BACKGROUND
The original question is about how to tile a 2*n rectangle with 4 types of tiles.
What is unusual is that the tiling must divide into two pieces.
HINT 1
However, you can also consider this as a way of tiling this with the original 4 tiles coloured red, and another set of 4 tiles coloured blue such that the final board has a red side and a blue side.
HINT 2
Let f(n) be the number of ways of tiling a 2*n rectangle with just red tiles, and h(n) be the number of ways of tiling a 2*n rectangle with 0 or more columns of red tiles followed by 1 or more columns of blue tiles.
HINT 3
You can now find a simple matrix multiplication that gives the next values of h and f in terms of their two previous values and use the standard matrix power exponentiation to find the final values.
EXAMPLE CODE
Here is a Python demonstration that this formula gives the same answer as the original summation.
def f(n):
"""Number of ways to tile 2*n board with red tiles"""
if n<0: return 0
if n==0: return 1
return 2*f(n-1)+2*f(n-2)
def g_orig(n):
"""Number of ways to tile 2*n board in two halves"""
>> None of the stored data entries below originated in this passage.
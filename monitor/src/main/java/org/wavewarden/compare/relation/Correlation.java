package org.wavewarden.compare.relation;

import java.util.Arrays;
import java.util.Comparator;
import org.apache.commons.math3.util.FastMath;
import org.wavewarden.compare.Checks;
import org.wavewarden.compare.StandardNormal;

/**
 * Pearson's r and Spearman's rho with Fisher-z confidence intervals, from a joint tally of value pairs.
 *
 * <p>The tally form takes parallel arrays: {@code counts[i]} respondents answered {@code xs[i]} and {@code ys[i]}.
 * Pairs may repeat and counts may be 0, so any grouping of the rows is a valid tally; the raw form is the tally with
 * every count 1. Pearson's r is accumulated in one pass over the tally with West's weighted update of the means and
 * co-moments (West, D. H. D. (1979), "Updating mean and variance estimates: an improved method", Communications of
 * the ACM 22, 532-535), which avoids the cancellation of the textbook sums of squares. Spearman's rho is Pearson's r
 * on the mid-ranks of x and of y (ties share the mean of the ranks they cover, as R's {@code cor(method =
 * "spearman")}); the ranks come from the marginal tallies, sorted once each.
 *
 * <p>Interval: tanh(atanh(r) -+ z_{1-a/2} sqrt(c / (n - 3))), with c = 1 for Pearson (Fisher 1921, Metron 1; R's
 * {@code cor.test(method = "pearson")$conf.int}) and c = 1.06 for Spearman (Fieller, Hartley and Pearson 1957,
 * Biometrika 44, 470-481; see {@link CorrelationMethod#SPEARMAN}). With n &lt;= 3 the variance is undefined and the
 * interval is the whole range [-1, 1].
 */
public final class Correlation {

    private Correlation() {
    }

    /** Pearson's r from a joint tally. */
    public static CorrelationResult pearson(double[] xs, double[] ys, long[] counts, double confidence) {
        return of(CorrelationMethod.PEARSON, xs, ys, counts, confidence);
    }

    /** Spearman's rho, with mid-ranks for ties, from a joint tally. */
    public static CorrelationResult spearman(double[] xs, double[] ys, long[] counts, double confidence) {
        return of(CorrelationMethod.SPEARMAN, xs, ys, counts, confidence);
    }

    /** Pearson's r from paired observations, {@code x[i]} and {@code y[i]} from the same respondent. */
    public static CorrelationResult pearson(double[] x, double[] y, double confidence) {
        return of(CorrelationMethod.PEARSON, x, y, ones(x), confidence);
    }

    /** Spearman's rho from paired observations. */
    public static CorrelationResult spearman(double[] x, double[] y, double confidence) {
        return of(CorrelationMethod.SPEARMAN, x, y, ones(x), confidence);
    }

    /**
     * @param method     Pearson or Spearman
     * @param xs         the first variable's value of each tallied pair, finite
     * @param ys         the second variable's value, same length as {@code xs}, finite
     * @param counts     how many respondents gave each pair, not negative; at least 2 in all
     * @param confidence level of the interval, in (0, 1)
     * @throws IllegalArgumentException on null or unequal arrays, a non-finite value, a negative count, fewer than 2
     *                                  pairs, a variable that takes one value only (r is then undefined), or a
     *                                  confidence outside (0, 1)
     */
    public static CorrelationResult of(CorrelationMethod method, double[] xs, double[] ys, long[] counts,
                                       double confidence) {
        if (method == null) {
            throw new IllegalArgumentException("method must not be null");
        }
        long n = check(xs, ys, counts);
        Checks.confidence(confidence);
        double r = method == CorrelationMethod.SPEARMAN
                ? pearson(midRanks(xs, counts), midRanks(ys, counts), counts)
                : pearson(xs, ys, counts);
        if (n <= 3) {
            return new CorrelationResult(method, r, n, -1, 1, confidence);
        }
        double z = FastMath.atanh(r);
        double half = StandardNormal.twoSidedQuantile(confidence) * Math.sqrt(method.varianceNumerator() / (n - 3));
        return new CorrelationResult(method, r, n, FastMath.tanh(z - half), FastMath.tanh(z + half), confidence);
    }

    private static double pearson(double[] xs, double[] ys, long[] counts) {
        double w = 0;
        double mx = 0;
        double my = 0;
        double sxx = 0;
        double syy = 0;
        double sxy = 0;
        for (int i = 0; i < xs.length; i++) {
            long c = counts[i];
            if (c == 0) {
                continue;
            }
            double before = w;
            w += c;
            double dx = xs[i] - mx;
            double dy = ys[i] - my;
            mx += dx * (c / w);
            my += dy * (c / w);
            // c (x - mean_new) dx written as c W_before / W_new dx^2: exactly 0 for the first entry, where
            // x - mean_new would be a rounding residue multiplied by the full distance from 0
            double f = c * before / w;
            sxx += f * dx * dx;
            syy += f * dy * dy;
            sxy += f * dx * dy;
        }
        if (!(sxx > 0)) {
            throw new IllegalArgumentException("x takes a single value over all pairs; the correlation is undefined");
        }
        if (!(syy > 0)) {
            throw new IllegalArgumentException("y takes a single value over all pairs; the correlation is undefined");
        }
        return Math.max(-1, Math.min(1, sxy / Math.sqrt(sxx * syy)));
    }

    /** The mid-rank of each entry's value among all tallied respondents. */
    private static double[] midRanks(double[] values, long[] counts) {
        Integer[] order = new Integer[values.length];
        for (int i = 0; i < order.length; i++) {
            order[i] = i;
        }
        Arrays.sort(order, Comparator.comparingDouble(i -> values[i]));
        double[] ranks = new double[values.length];
        double below = 0;
        int start = 0;
        while (start < order.length) {
            int end = start;
            long tied = 0;
            while (end < order.length && values[order[end]] == values[order[start]]) {
                tied += counts[order[end]];
                end++;
            }
            double mid = below + (tied + 1) / 2.0;
            for (int i = start; i < end; i++) {
                ranks[order[i]] = mid;
            }
            below += tied;
            start = end;
        }
        return ranks;
    }

    private static long check(double[] xs, double[] ys, long[] counts) {
        if (xs == null || ys == null || counts == null) {
            throw new IllegalArgumentException((xs == null ? "xs" : ys == null ? "ys" : "counts")
                    + " must not be null");
        }
        if (xs.length != ys.length || xs.length != counts.length) {
            throw new IllegalArgumentException("xs, ys and counts must have equal lengths, have " + xs.length + ", "
                    + ys.length + " and " + counts.length);
        }
        long n = 0;
        for (int i = 0; i < xs.length; i++) {
            if (!Double.isFinite(xs[i])) {
                throw new IllegalArgumentException("xs[" + i + "] is not finite: " + xs[i]);
            }
            if (!Double.isFinite(ys[i])) {
                throw new IllegalArgumentException("ys[" + i + "] is not finite: " + ys[i]);
            }
            if (counts[i] < 0) {
                throw new IllegalArgumentException("counts[" + i + "] must not be negative, was " + counts[i]);
            }
            n = Math.addExact(n, counts[i]);
        }
        if (n < 2) {
            throw new IllegalArgumentException("a correlation needs at least 2 pairs, have " + n);
        }
        return n;
    }

    private static long[] ones(double[] x) {
        if (x == null) {
            throw new IllegalArgumentException("x must not be null");
        }
        long[] c = new long[x.length];
        Arrays.fill(c, 1);
        return c;
    }
}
return sum(f(k)*f(n-k) for k in range(n+1))
def h(n):
"""Number of ways to tile 2*n board with red tiles and at least one column of blue tiles"""
if n<1: return 0
# Consider placing one column of blue tiles (either 2*1 or 2 1*1)
t=2*(f(n-1)+h(n-1))
# Also consider placing two columns of blue tiles (either a 2*2 or L shaped and a 1*1)
t+=2*(f(n-2)+h(n-2))
return t
def g(n):
return f(n)+h(n)
for n in range(10):
print n,g_orig(n),g(n)